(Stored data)
Segment Open

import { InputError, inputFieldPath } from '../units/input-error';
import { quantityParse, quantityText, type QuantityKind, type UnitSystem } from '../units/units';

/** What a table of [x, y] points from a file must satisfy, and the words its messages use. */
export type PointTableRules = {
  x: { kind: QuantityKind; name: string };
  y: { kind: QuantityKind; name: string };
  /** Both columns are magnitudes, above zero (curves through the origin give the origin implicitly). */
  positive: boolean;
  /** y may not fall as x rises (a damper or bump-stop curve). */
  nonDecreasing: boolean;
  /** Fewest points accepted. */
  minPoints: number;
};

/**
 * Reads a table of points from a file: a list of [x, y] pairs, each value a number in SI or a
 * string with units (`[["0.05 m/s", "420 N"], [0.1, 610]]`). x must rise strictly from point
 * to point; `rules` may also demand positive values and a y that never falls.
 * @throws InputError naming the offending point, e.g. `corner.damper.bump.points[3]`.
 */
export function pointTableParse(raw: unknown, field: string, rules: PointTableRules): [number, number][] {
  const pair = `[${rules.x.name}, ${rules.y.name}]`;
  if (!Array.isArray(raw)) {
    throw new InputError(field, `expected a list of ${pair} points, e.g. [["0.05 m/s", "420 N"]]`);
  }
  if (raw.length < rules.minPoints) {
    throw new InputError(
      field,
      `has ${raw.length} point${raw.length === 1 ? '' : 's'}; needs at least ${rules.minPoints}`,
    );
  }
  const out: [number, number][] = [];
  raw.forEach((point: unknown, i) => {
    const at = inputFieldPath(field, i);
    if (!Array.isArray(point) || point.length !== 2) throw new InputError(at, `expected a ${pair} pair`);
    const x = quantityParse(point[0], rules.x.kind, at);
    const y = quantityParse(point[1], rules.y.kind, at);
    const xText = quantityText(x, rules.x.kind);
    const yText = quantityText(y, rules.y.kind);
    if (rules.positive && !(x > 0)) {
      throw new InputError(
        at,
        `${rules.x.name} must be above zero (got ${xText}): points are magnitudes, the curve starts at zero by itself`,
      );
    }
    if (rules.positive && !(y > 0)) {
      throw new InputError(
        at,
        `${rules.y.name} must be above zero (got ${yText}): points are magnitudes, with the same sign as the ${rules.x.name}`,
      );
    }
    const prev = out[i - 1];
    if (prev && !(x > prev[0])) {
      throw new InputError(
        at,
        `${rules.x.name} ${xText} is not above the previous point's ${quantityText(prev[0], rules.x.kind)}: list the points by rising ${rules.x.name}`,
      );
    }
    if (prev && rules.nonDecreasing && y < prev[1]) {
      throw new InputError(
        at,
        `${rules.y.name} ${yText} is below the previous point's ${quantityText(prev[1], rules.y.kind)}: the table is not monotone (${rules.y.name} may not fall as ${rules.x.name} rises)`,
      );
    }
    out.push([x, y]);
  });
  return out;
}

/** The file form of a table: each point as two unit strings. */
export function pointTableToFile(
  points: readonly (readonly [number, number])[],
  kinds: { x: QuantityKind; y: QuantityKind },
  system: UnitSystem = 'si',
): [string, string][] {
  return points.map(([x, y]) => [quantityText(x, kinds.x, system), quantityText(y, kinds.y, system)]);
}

Segment Closed

### What is needed
What's needed is a word-for-word copy of the lines from the one holding "unit strings. */" through the final line of the data.

### Output for this exercise
/** The file form of a table: each point as two unit strings. */
export function pointTableToFile(
  points: readonly (readonly [number, number])[],
  kinds: { x: QuantityKind; y: QuantityKind },
  system: UnitSystem = 'si',
): [string, string][] {
  return points.map(([x, y]) => [quantityText(x, kinds.x, system), quantityText(y, kinds.y, system)]);
}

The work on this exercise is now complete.